I love my country and our form of government has so far proven to be the best. I have the right to vote and help nominate and elect the type of leadership this increasingly complex society needs. I have joined with other bloggers to share some of the power of the established press. Most of us have rights given to us by the laws of this land. We have the right to ask that our “letters to the editors” get printed. Some of us are abusing this privilege; others are not using it. When we write or talk, we must be sure we have gone to great lengths to understand the situation. We all have the right and the obligation to seek and try to bring forward substantiated truths. Expect that you and I will not always have the right information or the best solutions to local or worldwide problems. Fortunately, and some times, unfortunately, the laws of this country allow us to express ourselves; right or wrong.

Bad things will happen that could have been prevented or contained with proper prioritization. Good times could be better times with better efforts and planning. We continually get “second chances.” What will we do with this one??

I close with this thought: “The unexpected happens. You (we) had better prepare for it.” (Margaret Thatcher)

7 comments:

Stormin' Norman said...

Saving for a rainy day would have been appropriate with Katrina. Today Bush paid the usual lip service by saying he'll pay for Katrina reconstruction by slashing unnecessary spending. C'mon George. Show some cahones and impress us all by saying, "Before we spend a dime on Katrina reconstruction, we'll slash unnecessary spending to pay for it." Unfortunately, everyone knows the biggest looting occurs in Washington, D.C. Our elected leaders brilliant solution as usual will be to simply pass the problem on to later generations by slapping a few billion more onto the federal deficit, which will easily push its way over the $8 trillion mark any day now.
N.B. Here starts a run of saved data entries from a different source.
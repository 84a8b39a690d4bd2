// Common body of the quantizers whose codes index their levels in ascending order
// (uniform, companded, table). Subclasses supply encode(); everything else is
// looked up from per-code tables built once, so the hot paths stay allocation-free.
import { DEFAULT_LOAD_CAPACITY_DBM0, DEFAULT_SEGMENTS, type StageOptions } from '../spec/types';
import { checkSegmentCount } from './segments';
import type { QuantizedSample, Quantizer, QuantizerKind, QuantizerTable } from './types';

export interface LevelQuantizerInit {
  kind: QuantizerKind;
  label: string;
  bits: number;
  overloadPoint: number;
  loadCapacityDbm0: number;
  segmentEdges: Float64Array;
  /** Output value of each code, ascending. */
  outputs: Float64Array;
  /** Decision values between consecutive codes (length outputs.length - 1). */
  decisions: Float64Array;
  /** Segment of each code. */
  segmentByCode: Uint8Array;
}

export abstract class LevelQuantizer implements Quantizer {
  readonly kind: QuantizerKind;
  readonly label: string;
  readonly bits: number;
  readonly overloadPoint: number;
  readonly loadCapacityDbm0: number;
  readonly segmentCount: number;
  readonly segmentEdges: Float64Array;
  protected readonly outputs: Float64Array;
  protected readonly decisions: Float64Array;
  protected readonly segmentByCode: Uint8Array;

  constructor(init: LevelQuantizerInit) {
    this.kind = init.kind;
    this.label = init.label;
    this.bits = init.bits;
    this.overloadPoint = init.overloadPoint;
    this.loadCapacityDbm0 = init.loadCapacityDbm0;
    this.segmentEdges = init.segmentEdges;
    this.segmentCount = init.segmentEdges.length - 1;
    this.outputs = init.outputs;
    this.decisions = init.decisions;
    this.segmentByCode = init.segmentByCode;
  }

  /** Code of a float sample. NaN is treated as 0. */
  abstract encode(x: number): number;

  decode(code: number): number {
    const v = this.outputs[code];
    if (v === undefined) throw new RangeError(`${this.label}: code ${code} is out of range`);
    return v;
  }

  quantize(x: number): number {
    return this.outputs[this.encode(x)];
  }

  segmentOf(x: number): number {
    return this.segmentByCode[this.encode(x)];
  }

  quantizeSample(x: number, out?: QuantizedSample): QuantizedSample {
    const code = this.encode(x);
    const o = out ?? { value: 0, code: 0, segment: 0, overload: false };
    o.value = this.outputs[code];
    o.code = code;
    o.segment = this.segmentByCode[code];
    o.overload = Math.abs(x) > this.overloadPoint;
    return o;
  }

  quantizeBlock(
    input: ArrayLike<number>,
    output: Float32Array | Float64Array,
    codes?: Int32Array | Uint16Array | Uint8Array,
    segments?: Uint8Array,
  ): number {
    const n = input.length;
    const ov = this.overloadPoint;
    const outputs = this.outputs;
    let overloads = 0;
    for (let i = 0; i < n; i++) {
      const x = input[i];
      const code = this.encode(x);
      output[i] = outputs[code];
      if (codes !== undefined) codes[i] = code;
      if (segments !== undefined) segments[i] = this.segmentByCode[code];
      if (x > ov || x < -ov) overloads++;
    }
    return overloads;
  }

  table(): QuantizerTable {
    return { decisions: this.decisions.slice(), outputs: this.outputs.slice() };
  }
}

export function checkBits(bits: number, min: number, max: number, what: string): void {
  if (!Number.isInteger(bits) || bits < min || bits > max) {
    throw new RangeError(`${what}: bits must be a whole number from ${min} to ${max} (got ${bits})`);
  }
}

/** Options of a configurable stage with their defaults filled in and checked. */
export function resolveOptions(o: StageOptions): Required<StageOptions> {
  const overloadPoint = o.overloadPoint ?? 1;
  checkOverloadPoint(overloadPoint);
  const loadCapacityDbm0 = o.loadCapacityDbm0 ?? DEFAULT_LOAD_CAPACITY_DBM0;
  checkLoadCapacity(loadCapacityDbm0);
  const segments = o.segments ?? DEFAULT_SEGMENTS;
  checkSegmentCount(segments);
  return { overloadPoint, loadCapacityDbm0, segments };
}

function checkOverloadPoint(v: number): void {
  if (!Number.isFinite(v) || v <= 0)
    throw new RangeError(`overload point must be a finite number > 0 (got ${v})`);
}

function checkLoadCapacity(v: number): void {
  if (!Number.isFinite(v)) throw new RangeError(`load capacity must be a finite number of dBm0 (got ${v})`);
}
Plus the waste, fraud, and mismanagement that's going to occur over the coming months with this hurricane reconstruction effort will be enough to make any Civil War carpetbagger proud...

Merle Widmer said...

Hey stormin' norman,

Holman W. Jenkins, Jr., a columnist whose article in the WSJ "likened our elected leaders to unappetizing creature that live in weedy ponds and feed on decaying animal matter." He goes on to say a word for our children who might be shocked (our children shocked?) by his statement: "We honor the choices of voters by seating their elected representatives in legislatures and executive offices around the nation. That doesn't mean we have to admire the personal qualities of those so elected, and many of them have given us little to admire over the past week or two".

How about the last couple of decades?

Mr. Jenkins left out mentioning some of our bureaucracies staffed with holdovers from past administrations who help cause our government to be unwieldy and bloated. It appears more layers of bureacracy are created after every act of violence, man made or natural. Too many layers of authority so unlike the private successful corporations who arae able to make decisions, act and move on. I would personally like to see as much of government privatized as common sense will permit. Unfortunately, its not going to happen.